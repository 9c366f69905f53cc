//! Hostile files: every reader row of the hardening table, each with its recipe. Each file is
//! refused with one line `FILE: what is wrong; what to do` (exit 2 from `info`, nothing on
//! stdout), promptly, without a panic or a large allocation; or, where noted, accepted.
//! Header offsets are those of the ASPRS LAS 1.4 R15 specification, Table 3 (from memory):
//! point data offset 96 (u32), point format 104, legacy count 107 (u32), scale 131/139/147,
//! offset 155/163/171 (f64), 64-bit count 247 (u64); the LAZ chunk table offset is the i64 at
//! the start of the point data (LASzip convention, from memory).

use std::path::{Path, PathBuf};
use std::process::Command;

use equiscan::error::Kind;
use equiscan::io::{PointSource, read_cloud};

fn repo(rel: &str) -> Vec<u8> {
    std::fs::read(Path::new(env!("CARGO_MANIFEST_DIR")).join(rel)).unwrap()
}

struct Dir(tempfile::TempDir);
impl Dir {
    fn new() -> Self {
        Dir(tempfile::tempdir().unwrap())
    }
    fn file(&self, name: &str, bytes: &[u8]) -> PathBuf {
        let p = self.0.path().join(name);
        std::fs::write(&p, bytes).unwrap();
        p
    }
}

/// The library's refusal of `path` (via `read_cloud` and the point source alike), checked for
/// the one-line form, the needle and the kind; then `equiscan info` prints exactly it.
fn refused(path: &Path, needle: &str) {
    let err = read_cloud(path).expect_err("must be refused");
    let msg = err.to_string();
    assert!(!msg.contains('\n'), "one line: {msg}");
    assert!(msg.starts_with(&format!("{}: ", path.display())), "{msg}");
    assert!(msg.contains("; "), "says what to do: {msg}");
    assert!(msg.contains(needle), "{msg:?} should mention {needle:?}");
    assert!(msg.len() < 400, "short: {msg}");
    assert_eq!(err.kind(), Kind::Input, "{msg}");
    // The point source refuses it too, at open or while reading.
    let streamed = PointSource::open(path).and_then(|mut s| {
        while s.next_chunk(1000)?.is_some() {}
        Ok(())
    });
    assert!(
        streamed.is_err(),
        "point source accepted {}",
        path.display()
    );
    let out = Command::new(env!("CARGO_BIN_EXE_equiscan"))
        .arg("info")
        .arg(path)
        .output()
        .unwrap();
    assert_eq!(out.status.code(), Some(2));
    assert!(out.stdout.is_empty());
    assert_eq!(String::from_utf8(out.stderr).unwrap(), format!("{msg}\n"));
}

fn u32_at(b: &[u8], o: usize) -> u32 {
    u32::from_le_bytes(b[o..o + 4].try_into().unwrap())
}

const XYZ_ASCII: &str = "ply\nformat ascii 1.0\nelement vertex 3\nproperty float x\nproperty float y\nproperty float z\nend_header\n";

#[test]
fn ply_huge_element_before_the_vertices_does_not_hang() {
    let d = Dir::new();
    // The recipe of the report: an element with a 10^12 count and no properties.
    let t = std::time::Instant::now();
    refused(
        &d.file(
            "h.ply",
            b"ply\nformat ascii 1.0\nelement junk 1000000000000\nelement vertex 3\nproperty float x\nproperty float y\nproperty float z\nend_header\n0 0 0\n1 0 0\n0 1 0\n",
        ),
        "element junk declares 1000000000000 records but no properties",
    );
    // With a property, the count is checked against the bytes present (ascii and binary).
    refused(
        &d.file(
            "h2.ply",
            b"ply\nformat ascii 1.0\nelement junk 1000000000000\nproperty uchar a\nelement vertex 3\nproperty float x\nproperty float y\nproperty float z\nend_header\n0 0 0\n1 0 0\n0 1 0\n",
        ),
        "declares 1000000000000 junk records",
    );
    let mut b = b"ply\nformat binary_little_endian 1.0\nelement junk 100000000000\nproperty list uchar int a\nelement vertex 1\nproperty float x\nproperty float y\nproperty float z\nend_header\n".to_vec();
    b.extend_from_slice(&[0u8; 13]);
    refused(&d.file("h3.ply", &b), "declares 100000000000 junk records");
    // Well below a second for all of it (the report: hours); not a timed assertion of speed,
    // a hang detector with a wide margin.
    assert!(t.elapsed().as_secs() < 60);
}

fn depot() -> Vec<u8> {
    repo("scans/depot_station1.laz")
}

#[test]
fn laz_chunk_table_damage_is_refused_before_the_decoder() {
    let d = Dir::new();
    let laz = depot();
    let start = u32_at(&laz, 96) as usize; // 475 in this file
    let table = i64::from_le_bytes(laz[start..start + 8].try_into().unwrap()) as usize;
    // Every byte from the chunk table offset to the end set to 0xff (the report's recipe):
    // the offset becomes -1 and the file's last 8 bytes are no offset either.
    let mut b = laz.clone();
    b[start..].fill(0xff);
    refused(&d.file("ff.laz", &b), "chunk table offset is -1");
    // The table's entries all 0xff: its chunk count becomes 0xFFFFFFFF.
    let mut b = laz.clone();
    b[table..].fill(0xff);
    refused(&d.file("entries.laz", &b), "lists 4294967295 chunks");
    // Only the chunk count (u32 after the table's version) set to 0xFFFFFFFF: no 68 GB
    // allocation.
    let mut b = laz.clone();
    b[table + 4..table + 8].copy_from_slice(&u32::MAX.to_le_bytes());
    refused(&d.file("count.laz", &b), "lists 4294967295 chunks");
    // Offset -1 with the table still at its place: not "invalid argument (os error 22)".
    let mut b = laz.clone();
    b[start..start + 8].copy_from_slice(&(-1i64).to_le_bytes());
    refused(&d.file("neg.laz", &b), "LAZ chunk table offset");
    // An offset past the end.
    let mut b = laz.clone();
    b[start..start + 8].copy_from_slice(&(laz.len() as i64 + 100).to_le_bytes());
    refused(&d.file("past.laz", &b), "lies outside the");
}

#[test]
fn laz_bit_flips_say_corrupt_compressed_data() {
    let d = Dir::new();
    let laz = depot();
    let start = u32_at(&laz, 96) as usize;
    let mut b = laz.clone();
    for x in &mut b[start + 5000..start + 5100] {
        *x ^= 0x55;
    }
    refused(&d.file("flip.laz", &b), "corrupt compressed data");
}

#[test]
fn extents_beyond_f32_offsets_are_refused_at_read_time() {
    let d = Dir::new();
    // Double coordinates 1e30 apart.
    let mut b = b"ply\nformat binary_little_endian 1.0\nelement vertex 3\nproperty double x\nproperty double y\nproperty double z\nend_header\n".to_vec();
    for v in [0.0f64, 0.0, 0.0, 1e30, 0.0, 0.0, 0.0, 1.0, 0.0] {
        b.extend_from_slice(&v.to_le_bytes());
    }
    let far = d.file("far.ply", &b);
    refused(&far, "the points span 1e30 file units along x");
    // Floats spanning ±3e38.
    let mut b = b"ply\nformat binary_little_endian 1.0\nelement vertex 2\nproperty float x\nproperty float y\nproperty float z\nend_header\n".to_vec();
    for v in [-3e38f32, 0.0, 0.0, 3e38, 0.0, 0.0] {
        b.extend_from_slice(&v.to_le_bytes());
    }
    refused(
        &d.file("f32.ply", &b),
        "the points span 6e38 file units along x",
    );
    // `align` and `features` stop at reading, with the one line naming the file.
    for args in [
        vec![
            "align".to_string(),
            far.display().to_string(),
            far.display().to_string(),
        ],
        vec![
            "features".to_string(),
            far.display().to_string(),
            "-o".to_string(),
            d.0.path().join("o.npy").display().to_string(),
        ],
    ] {
        let out = Command::new(env!("CARGO_BIN_EXE_equiscan"))
            .args(&args)
            .output()
            .unwrap();
        let err = String::from_utf8(out.stderr).unwrap();
        assert_eq!(out.status.code(), Some(2), "{err}");
        assert_eq!(err.lines().count(), 1, "{err}");
        assert!(err.starts_with(&far.display().to_string()), "{err}");
        assert!(err.contains("span 1e30"), "{err}");
    }
    assert!(!d.0.path().join("o.npy").exists());
}

#[test]
fn lies_too_far_prints_compact_numbers() {
    let d = Dir::new();
    let mut b = b"ply\nformat binary_little_endian 1.0\nelement vertex 2\nproperty double x\nproperty double y\nproperty double z\nend_header\n".to_vec();
    for v in [0.0f64, 0.0, 0.0, 1e300, 0.0, 0.0] {
        b.extend_from_slice(&v.to_le_bytes());
    }
    refused(
        &d.file("far.ply", &b),
        "vertex 1 lies too far from the first vertex (x = 1e300)",
    );
}

fn autzen() -> Vec<u8> {
    repo("tests/data/las/autzen.las")
}

#[test]
fn las_non_finite_or_absurd_scale_and_offset_are_refused() {
    let d = Dir::new();
    for (at, v, needle) in [
        (155usize, f64::NAN, "the x offset is NaN"),
        (163, f64::INFINITY, "the y offset is inf"),
        (131, 1e300, "the x scale factor is 1e300"),
        (147, f64::NAN, "the z scale factor is NaN"),
        (139, 0.0, "the y scale factor is 0"),
    ] {
        let mut b = autzen();
        b[at..at + 8].copy_from_slice(&v.to_le_bytes());
        refused(&d.file("s.las", &b), needle);
    }
    // Non-finite header bounds (bytes 179–226) do not change the points: accepted, and the
    // summary leaves the bounds out instead of printing NaN.
    let mut b = autzen();
    b[179..187].copy_from_slice(&f64::NAN.to_le_bytes());
    let p = d.file("nanbounds.las", &b);
    let (cloud, info) = read_cloud(&p).unwrap();
    assert_eq!((cloud.len(), info.header_bounds), (106, None));
    assert!(cloud.positions.iter().flatten().all(|v| v.is_finite()));
}

/// A record may continue over lines (tests/io_ply.rs) but must end at a line's end.
#[test]
fn ascii_ply_records_must_fill_their_line() {
    let d = Dir::new();
    // 4 values per line for 3 properties: line 8 is the first vertex.
    let four = format!("{XYZ_ASCII}0 0 0 9\n1 0 0 9\n0 1 0 9\n");
    refused(
        &d.file("four.ply", four.as_bytes()),
        "line 8 has 1 more value than its record needs (vertex 0 of 3)",
    );
    // A short line.
    // (Long enough that the declared count alone is not what refuses it.)
    let short = format!("{XYZ_ASCII}10 10 10\n1 0\n10 10 10\n");
    refused(
        &d.file("short.ply", short.as_bytes()),
        "vertex 1 of 3 starts on line 9 and ends inside line 10, leaving 2 values (a short or long line)",
    );
    // An extra value on the last line.
    let last = format!("{XYZ_ASCII}0 0 0\n1 0 0\n0 1 0 5\n");
    refused(
        &d.file("last.ply", last.as_bytes()),
        "line 10 has 1 more value",
    );
    // Blank lines between records and trailing spaces are fine.
    let ok = format!("{XYZ_ASCII}0 0 0\n\n1 0 0 \r\n0 1 0\n");
    let (cloud, _) = read_cloud(&d.file("ok.ply", ok.as_bytes())).unwrap();
    assert_eq!(
        cloud.positions,
        vec![[0.0, 0.0, 0.0], [1.0, 0.0, 0.0], [0.0, 1.0, 0.0]]
    );
    // Bytes that are not UTF-8 in the body: the line is named, not the path or permissions.
    let mut bin = XYZ_ASCII.as_bytes().to_vec();
    bin.extend_from_slice(b"0 0 0\n1 \xff\xfe 0\n0 1 0\n");
    refused(&d.file("latin.ply", &bin), "line 9 is not text");
}

#[test]
fn ambiguous_ply_headers_are_refused() {
    let d = Dir::new();
    refused(
        &d.file(
            "dupx.ply",
            b"ply\nformat ascii 1.0\nelement vertex 1\nproperty float x\nproperty float x\nproperty float y\nproperty float z\nend_header\n1 2 3 4\n",
        ),
        "header line 5: property x appears twice in element vertex",
    );
    refused(
        &d.file(
            "twoformats.ply",
            b"ply\nformat ascii 1.0\nformat binary_little_endian 1.0\nelement vertex 1\nproperty float x\nproperty float y\nproperty float z\nend_header\n1 2 3\n",
        ),
        "header line 3: a second format line",
    );
    refused(
        &d.file(
            "twovertex.ply",
            b"ply\nformat ascii 1.0\nelement vertex 1\nproperty float x\nproperty float y\nproperty float z\nelement vertex 1\nproperty float x\nproperty float y\nproperty float z\nend_header\n1 2 3\n4 5 6\n",
        ),
        "header line 7: a second vertex element",
    );
}

/// Offset of the first VLR's data and its length field, for a file with VLRs.
fn first_vlr(b: &[u8]) -> (usize, usize) {
    let header_size = u16::from_le_bytes([b[94], b[95]]) as usize;
    // VLR header: reserved 2, user id 16, record id 2, record length 2 (at +20), description 32.
    (header_size + 54, header_size + 20)
}

#[test]
fn las_extra_bytes_and_counts_that_cannot_be_right_are_refused() {
    let d = Dir::new();
    let eb = repo("tests/data/las/equiscan_extra_bytes.las");
    let (data, len_at) = first_vlr(&eb);
    assert_eq!(
        &eb[len_at - 18..len_at - 9],
        b"LASF_Spec",
        "the first VLR is Extra Bytes"
    );
    let mut b = eb.clone();
    b[data + 2] = 99;
    refused(
        &d.file("type99.las", &b),
        "has data type 99 (0 to 30 are defined)",
    );
    // A record length that is not a multiple of 192: one byte less, the byte left over is
    // padding before the points.
    let mut b = eb.clone();
    let l = u16::from_le_bytes([b[len_at], b[len_at + 1]]);
    b[len_at..len_at + 2].copy_from_slice(&(l - 1).to_le_bytes());
    refused(
        &d.file("len.las", &b),
        "not a whole number of 192-byte descriptors",
    );
    // LAS 1.4: a 64-bit count of 10^12 beside a correct legacy count.
    assert_eq!((eb[24], eb[25]), (1, 4));
    let n = u64::from_le_bytes(eb[247..255].try_into().unwrap());
    let mut b = eb.clone();
    b[107..111].copy_from_slice(&(n as u32).to_le_bytes());
    b[247..255].copy_from_slice(&1_000_000_000_000u64.to_le_bytes());
    refused(
        &d.file("count.las", &b),
        &format!("({n} in the legacy field, 1000000000000 in the 64-bit field)"),
    );
    // The same legacy count beside an equal 64-bit count is fine.
    let mut b = eb.clone();
    b[107..111].copy_from_slice(&(n as u32).to_le_bytes());
    assert_eq!(
        read_cloud(&d.file("same.las", &b)).unwrap().0.len() as u64,
        n
    );
}

#[test]
fn point_format_99_is_named_as_stored() {
    let d = Dir::new();
    let mut b = autzen();
    b[104] = 99;
    refused(
        &d.file("f99.las", &b),
        "LAS point format 99 is not read here",
    );
}

/// Found by tests/io_fuzz.rs: a LAZ record (LASzip VLR) with a huge fixed chunk size made the
/// decoder allocate 130 GB for the last chunk and abort (0xFFFFFFFF itself means "variable-size
/// chunks", from memory, so 0x7FFFFFFF is used here). The VLR's data follows its
/// 54-byte header (user id "laszip encoded" at +2); the chunk size is the u32 at data + 12
/// (compressor, coder, version, revision, options before it; LASzip layout, from memory).
#[test]
fn laz_chunk_size_beyond_memory_is_refused() {
    let d = Dir::new();
    let mut b = depot();
    let at = b
        .windows(14)
        .position(|w| w == b"laszip encoded")
        .expect("LASzip VLR");
    let data = at - 2 + 54;
    assert_eq!(u32_at(&b, data + 12), 50_000, "the default chunk size");
    b[data + 12..data + 16].copy_from_slice(&0x7FFF_FFFFu32.to_le_bytes());
    refused(
        &d.file("chunk.laz", &b),
        "declares chunks of 2147483647 points",
    );
}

_ _ _ _ _ _ _

Exercise directions: Each line that contains the string "past" should be copied from the data above.

Answer section:
    // An offset past the end.
    refused(&d.file("past.laz", &b), "lies outside the");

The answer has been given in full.